Need to check how to install rocm on arch again... have done it once, a few moons back, but alas...

jmorgan

0 replies

18h57m

2024-03-15 23:29:20 UTC

Ah, this is probably from missing ROCm libraries. The dynamic libraries are available as one of the release assets (warning: it's about 4GB expanded) https://github.com/ollama/ollama/releases/tag/v0.1.29 – dropping them in the same directory as the `ollama` binary should work.

userbinator

0 replies

16h55m

2024-03-16 01:30:36 UTC

Thanks, Ollama.

(Sorry, could not resist.)

treprinum

0 replies

19h16m

2024-03-15 23:10:01 UTC

Any info on the performance?
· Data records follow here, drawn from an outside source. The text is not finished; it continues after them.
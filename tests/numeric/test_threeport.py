"""Kernels that put an N-port together from rounds."""

from itertools import combinations

import numpy as np
import pytest
from hypothesis import given, settings
from hypothesis import strategies as st
from skrf.network import renormalize_s

from deembed.numeric import threeport
from deembed.numeric.sparams import close_ports
from deembed.numeric.threeport import assemble, from_closed, mean_of_rounds, to_closed

SEEDS = st.integers(0, 2**32 - 1)
FIXED = settings(derandomize=True, deadline=None, max_examples=40)


def random_part(rng, n, points=20, largest=0.95):
    """Random passive parts, not symmetric."""
    a = rng.normal(size=(points, n, n)) + 1j * rng.normal(size=(points, n, n))
    u, _, v = np.linalg.svd(a)
    return u * rng.uniform(0, largest, size=(points, 1, n)) @ v


def reflections(rng, n, size, points=20):
    return size * np.exp(1j * rng.uniform(0, 2 * np.pi, size=(points, n)))


def read(part, kept, closing):
    """One round, the other ports closed; `close_ports` keeps ascending order."""
    free = np.setdiff1d(np.arange(part.shape[-1]), kept)
    seen = close_ports(part, free, closing[..., free])
    order = np.argsort(np.argsort(kept))
    return seen[..., order[:, None], order]


def pairs(n, k=2):
    return [np.array(c) for c in combinations(range(n), k)]


@FIXED
@given(seed=SEEDS, n=st.integers(3, 6), size=st.floats(0, 0.9))
def test_equal_terminations_give_the_part_back(seed, n, size):
    rng = np.random.default_rng(seed)
    part, g = random_part(rng, n), reflections(rng, n, size)
    got = assemble([read(part, p, g) for p in pairs(n)], pairs(n), [g] * len(pairs(n)), n)
    assert not got.general.any() and got.converged.all()
    assert np.abs(got.s - part).max() < 1e-11
    assert max(np.abs(r).max() for r in got.residuals) < 1e-10


@FIXED
@given(seed=SEEDS, shape=st.sampled_from([(4, 2), (5, 2), (5, 3), (6, 2)]))
def test_terminations_of_15_db_different_in_every_round_take_four_steps(seed, shape):
    n, k = shape
    rng = np.random.default_rng(seed)
    part = random_part(rng, n, points=5)
    rounds = pairs(n, k)
    closings = [reflections(rng, n, 10 ** (-15 / 20), points=5) for _ in rounds]
    got = assemble([read(part, p, g) for p, g in zip(rounds, closings, strict=True)], rounds, closings, n)
    assert got.general.all() and got.converged.all() and got.steps <= 4
    assert np.abs(got.s - part).max() < 1e-12
    assert max(np.abs(r).max() for r in got.residuals) < 1e-12


def test_strong_terminations_different_in_every_round_settle_mostly():
    rng = np.random.default_rng(5)
    part, rounds = random_part(rng, 4, points=300), pairs(4)
    closings = [reflections(rng, 4, 0.9, points=300) for _ in rounds]
    got = assemble([read(part, p, g) for p, g in zip(rounds, closings, strict=True)], rounds, closings, 4)
    assert got.converged.mean() > 0.97
    assert np.abs(got.s - part)[got.converged].max() < 1e-9
    assert np.isnan(got.s[~got.converged]).all()


@pytest.mark.parametrize("closing", [1.0, -1.0, 1.0 - 1e-6])
def test_ideal_open_or_short_goes_through_the_general_solver(closing):
    rng = np.random.default_rng(1)
    part = random_part(rng, 3)
    g = reflections(rng, 3, 0.5)
    g[:, 1] = closing
    g[10:, 1] = 0.2
    got = assemble([read(part, p, g) for p in pairs(3)], pairs(3), [g] * 3, 3)
    assert got.general.tolist() == [True] * 10 + [False] * 10
    assert got.steps == 1  # it starts at the exact part, since every port met one reflection
    assert np.abs(got.s - part).max() < 1e-11


def test_rounds_may_list_their_ports_in_any_order():
    rng = np.random.default_rng(2)
    part, g = random_part(rng, 3), reflections(rng, 3, 0.4)
    rounds = [np.array(p) for p in ([1, 0], [2, 1], [2, 0])]
    got = assemble([read(part, p, g) for p in rounds], rounds, [g] * 3, 3)
    assert np.abs(got.s - part).max() < 1e-13


def test_leading_dims_of_rounds_and_terminations_broadcast():
    rng = np.random.default_rng(3)
    part = random_part(rng, 3, points=12).reshape(4, 1, 3, 3, 3)
    g = reflections(rng, 3, 0.6, points=6).reshape(1, 2, 3, 3)
    got = assemble([read(part, p, g) for p in pairs(3)], pairs(3), [g] * 3, 3)
    assert got.s.shape == (4, 2, 3, 3, 3)
    assert np.abs(got.s - part).max() < 1e-12
    assert got.residuals[0].shape == (4, 2, 3, 2, 2)


@FIXED
@given(seed=SEEDS, n=st.integers(2, 5), size=st.floats(0, 0.9))
def test_closing_strikes_out_rows_and_columns(seed, n, size):
    """The identity of Tippet & Speciale 1982 on random parts."""
    rng = np.random.default_rng(seed)
    part, g = random_part(rng, n), reflections(rng, n, size)
    kept = np.arange(n - 1)
    inside = to_closed(read(part, kept, g), g[:, kept])
    assert np.abs(inside - to_closed(part, g)[:, : n - 1, : n - 1]).max() < 1e-10
    assert np.abs(from_closed(to_closed(part, g), g) - part).max() < 1e-10


def test_closed_waves_are_those_of_another_impedance():
    """scikit-rf 2.2, pseudo-wave renormalization to 50 (1 + G) / (1 - G): equal up to the scale of waves."""
    rng = np.random.default_rng(4)
    part = random_part(rng, 3)
    g = reflections(rng, 3, 0.7)
    other = renormalize_s(part, 50.0, 50 * (1 + g) / (1 - g), s_def="pseudo")
    ours = to_closed(part, g)
    diagonal = np.arange(3)
    np.testing.assert_allclose(ours[:, diagonal, diagonal], other[:, diagonal, diagonal], rtol=0, atol=1e-12)
    np.testing.assert_allclose(ours * ours.swapaxes(1, 2), other * other.swapaxes(1, 2), rtol=0, atol=1e-10)


def test_mean_is_plain_and_residual_is_reading_minus_mean():
    first, second = np.array([[1.0, 2.0], [3.0, 4.0]]), np.array([[8.0, 5.0], [6.0, 7.0]])
    mean, (r1, r2) = mean_of_rounds([first, second], [np.array([0, 1]), np.array([1, 2])], 3)
    np.testing.assert_array_equal(mean[:2, :2], [[1, 2], [3, 6]])
    assert np.isnan(mean[0, 2]) and np.isnan(mean[2, 0])
    assert r1[1, 1] == -2 and r2[0, 0] == 2 and r2[0, 1] == 0


def test_matched_terminations_leave_every_digit():
    rng = np.random.default_rng(6)
    part = random_part(rng, 3)
    got = assemble([part[:, p[:, None], p] for p in pairs(3)], pairs(3), [np.zeros((1, 3))] * 3, 3)
    np.testing.assert_array_equal(got.s, part)


def test_noise_in_the_general_solver_is_spread_by_least_squares():
    """With matched ports least squares is the plain mean, whichever solver finds it."""
    rng = np.random.default_rng(7)
    part = random_part(rng, 3)
    rounds = [part[:, p[:, None], p] + 0.01 * rng.normal(size=(20, 2, 2)) for p in pairs(3)]
    start = part + 0.1
    found, good, _ = threeport.solve_general(rounds, pairs(3), [np.zeros((20, 3))] * 3, [start])
    assert good.all()
    assert np.abs(found - mean_of_rounds(rounds, pairs(3), 3)[0]).max() < 1e-13


def test_a_pair_never_read_has_no_solution():
    rng = np.random.default_rng(8)
    part, g = random_part(rng, 3), np.ones((20, 3), dtype=complex)
    rounds = pairs(3)[:2]
    got = assemble([read(part, p, g) for p in rounds], rounds, [g] * 2, 3)
    assert not got.converged.any() and np.isnan(got.s).all()


def test_missing_readings_stay_missing_in_the_general_solver():
    rng = np.random.default_rng(9)
    part, rounds = random_part(rng, 4), pairs(4)
    closings = [reflections(rng, 4, 0.2) for _ in rounds]
    readings = [read(part, p, g) for p, g in zip(rounds, closings, strict=True)]
    readings[2][3] = np.nan
    got = assemble(readings, rounds, closings, 4)
    assert np.flatnonzero(~got.converged).tolist() == [3]
    assert np.isnan(got.s[3]).all() and np.isfinite(np.delete(got.s, 3, axis=0)).all()


def test_blocks_do_not_change_the_answer(monkeypatch):
    rng = np.random.default_rng(10)
    part, rounds = random_part(rng, 4, points=200), pairs(4)
    closings = [reflections(rng, 4, 0.3, points=200) for _ in rounds]
    readings = [read(part, p, g) for p, g in zip(rounds, closings, strict=True)]
    whole = assemble(readings, rounds, closings, 4).s
    monkeypatch.setattr(threeport, "_BLOCK_NUMBERS", 1)
    np.testing.assert_array_equal(assemble(readings, rounds, closings, 4).s, whole)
How does it compare to 4080/4090?

skenderbeu

0 replies

5h59m

2024-03-16 12:26:56 UTC

llama.cpp now supports AMD graphics. Ollama just wraps around it

rcarmo

0 replies

22h59m

2024-03-15 19:27:16 UTC

Curious to see if this will work on APUs. Have a 7840HS to test, will give it a go ASAP.

latchkey

0 replies

23h18m

2024-03-15 19:08:15 UTC

If anyone wants to run some benchmarks on MI300x, ping me.

jjice

0 replies

20h49m

2024-03-15 21:36:39 UTC

Just downloaded this and gave it a go. I have no experience with running any local models, but this just worked out of the box on my 7600 on Ubuntu 22. This is fantastic.

h4x0rr

0 replies

19h4m

2024-03-15 23:22:09 UTC

No support for my rx 5700xt :(

ekianjo

0 replies

12h58m

2024-03-16 05:28:10 UTC

Does it also support AMD APUs?

VadimPR

0 replies

11h36m

2024-03-16 06:49:42 UTC

Ollama runs really, really slow on my MBP for Mistral - as in just a few tokens a second and it takes a long while before it starts giving a result. Anyone else run into this?

I've seen that it seems to be related to the amount of system memory available when ollama is started (??) however LM Studio does not have such issues.